Nothing outside the stretch is wanted. Repeat exactly the lines of the listing below from the one that contains "it('is read in" through the one that contains "expect(readDensity('1e-9 kg/m3').error).toContain('at least');", both ends included.

RECORDS TO USE Start Marker

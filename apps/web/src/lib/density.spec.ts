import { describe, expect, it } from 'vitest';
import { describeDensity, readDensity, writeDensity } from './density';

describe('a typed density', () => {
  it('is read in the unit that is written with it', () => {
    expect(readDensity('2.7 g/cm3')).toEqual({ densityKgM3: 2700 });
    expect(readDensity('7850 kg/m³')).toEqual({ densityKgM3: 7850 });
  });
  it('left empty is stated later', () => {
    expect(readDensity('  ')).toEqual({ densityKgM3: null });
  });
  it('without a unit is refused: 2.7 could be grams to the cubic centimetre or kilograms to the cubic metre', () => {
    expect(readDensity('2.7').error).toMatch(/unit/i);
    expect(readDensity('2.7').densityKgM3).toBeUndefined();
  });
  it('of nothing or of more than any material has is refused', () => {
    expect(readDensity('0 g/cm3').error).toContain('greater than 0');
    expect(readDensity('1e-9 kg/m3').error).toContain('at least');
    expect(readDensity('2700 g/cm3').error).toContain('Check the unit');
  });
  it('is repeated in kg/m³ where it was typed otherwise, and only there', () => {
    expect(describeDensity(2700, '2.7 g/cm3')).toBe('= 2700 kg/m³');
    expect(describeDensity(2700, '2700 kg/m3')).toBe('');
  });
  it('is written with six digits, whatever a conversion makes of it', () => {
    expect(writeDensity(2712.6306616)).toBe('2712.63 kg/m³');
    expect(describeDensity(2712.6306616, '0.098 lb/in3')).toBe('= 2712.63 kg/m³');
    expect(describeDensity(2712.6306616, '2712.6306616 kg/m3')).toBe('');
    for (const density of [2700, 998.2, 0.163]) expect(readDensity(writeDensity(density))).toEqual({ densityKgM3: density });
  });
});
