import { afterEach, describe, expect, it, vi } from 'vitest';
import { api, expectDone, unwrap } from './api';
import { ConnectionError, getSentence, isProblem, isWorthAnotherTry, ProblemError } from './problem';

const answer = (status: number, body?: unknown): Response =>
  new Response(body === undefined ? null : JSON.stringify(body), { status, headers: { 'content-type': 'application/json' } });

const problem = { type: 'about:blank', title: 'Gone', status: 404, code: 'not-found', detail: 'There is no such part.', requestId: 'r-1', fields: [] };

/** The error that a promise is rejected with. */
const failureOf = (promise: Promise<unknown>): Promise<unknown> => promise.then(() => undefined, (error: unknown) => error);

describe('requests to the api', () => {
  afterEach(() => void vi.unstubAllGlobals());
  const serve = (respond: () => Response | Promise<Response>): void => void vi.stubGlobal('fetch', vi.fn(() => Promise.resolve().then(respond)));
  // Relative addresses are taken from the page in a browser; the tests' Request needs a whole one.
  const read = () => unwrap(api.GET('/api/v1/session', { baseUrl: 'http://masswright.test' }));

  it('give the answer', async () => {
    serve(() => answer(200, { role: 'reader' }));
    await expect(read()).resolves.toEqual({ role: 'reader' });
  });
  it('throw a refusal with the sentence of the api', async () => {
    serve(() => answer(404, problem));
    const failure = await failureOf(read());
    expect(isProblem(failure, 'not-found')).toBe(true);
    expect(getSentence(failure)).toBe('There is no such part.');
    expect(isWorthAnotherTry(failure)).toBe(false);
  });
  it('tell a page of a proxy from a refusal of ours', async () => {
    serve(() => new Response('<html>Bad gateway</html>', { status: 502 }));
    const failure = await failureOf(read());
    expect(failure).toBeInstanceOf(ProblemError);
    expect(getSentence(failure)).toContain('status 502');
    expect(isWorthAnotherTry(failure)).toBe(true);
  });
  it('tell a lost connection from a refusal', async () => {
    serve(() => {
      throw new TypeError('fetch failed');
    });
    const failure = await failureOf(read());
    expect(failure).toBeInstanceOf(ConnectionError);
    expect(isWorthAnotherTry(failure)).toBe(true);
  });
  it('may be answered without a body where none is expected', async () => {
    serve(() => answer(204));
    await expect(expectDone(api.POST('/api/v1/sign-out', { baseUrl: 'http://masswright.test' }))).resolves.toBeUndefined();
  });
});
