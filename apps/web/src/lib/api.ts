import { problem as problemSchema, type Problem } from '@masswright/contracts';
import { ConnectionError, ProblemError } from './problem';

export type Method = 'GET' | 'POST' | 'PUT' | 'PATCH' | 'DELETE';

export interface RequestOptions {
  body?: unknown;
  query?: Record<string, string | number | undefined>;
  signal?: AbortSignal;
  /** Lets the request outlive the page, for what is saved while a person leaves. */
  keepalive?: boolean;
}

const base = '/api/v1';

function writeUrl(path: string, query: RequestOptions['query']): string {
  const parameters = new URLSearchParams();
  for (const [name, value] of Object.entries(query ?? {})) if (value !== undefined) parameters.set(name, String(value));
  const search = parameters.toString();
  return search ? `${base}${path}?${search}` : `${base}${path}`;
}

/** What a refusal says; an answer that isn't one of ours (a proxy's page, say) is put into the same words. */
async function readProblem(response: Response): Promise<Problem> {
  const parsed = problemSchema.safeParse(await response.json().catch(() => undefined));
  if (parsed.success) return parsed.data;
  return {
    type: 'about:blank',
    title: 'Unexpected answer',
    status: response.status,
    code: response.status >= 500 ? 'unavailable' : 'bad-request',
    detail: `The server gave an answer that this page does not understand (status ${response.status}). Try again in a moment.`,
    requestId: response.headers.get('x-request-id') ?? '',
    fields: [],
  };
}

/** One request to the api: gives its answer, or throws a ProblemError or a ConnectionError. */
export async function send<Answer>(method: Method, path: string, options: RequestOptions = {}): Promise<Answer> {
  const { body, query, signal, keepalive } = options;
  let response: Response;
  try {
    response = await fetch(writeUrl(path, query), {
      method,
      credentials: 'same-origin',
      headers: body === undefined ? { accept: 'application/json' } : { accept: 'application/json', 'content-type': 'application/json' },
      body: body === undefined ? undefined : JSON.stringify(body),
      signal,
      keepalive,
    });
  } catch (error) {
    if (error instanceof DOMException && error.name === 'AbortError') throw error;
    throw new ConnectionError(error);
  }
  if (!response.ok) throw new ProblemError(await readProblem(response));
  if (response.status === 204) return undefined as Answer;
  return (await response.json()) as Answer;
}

RECORDS TO USE End Marker

EXERCISE ANSWER
  it('is read in the unit that is written with it', () => {
    expect(readDensity('2.7 g/cm3')).toEqual({ densityKgM3: 2700 });
    expect(readDensity('7850 kg/m³')).toEqual({ densityKgM3: 7850 });
  });
  it('left empty is stated later', () => {
    expect(readDensity('  ')).toEqual({ densityKgM3: null });
  });
  it('without a unit is refused: 2.7 could be grams to the cubic centimetre or kilograms to the cubic metre', () => {
    expect(readDensity('2.7').error).toMatch(/unit/i);
    expect(readDensity('2.7').densityKgM3).toBeUndefined();
  });
  it('of nothing or of more than any material has is refused', () => {
    expect(readDensity('0 g/cm3').error).toContain('greater than 0');
    expect(readDensity('1e-9 kg/m3').error).toContain('at least');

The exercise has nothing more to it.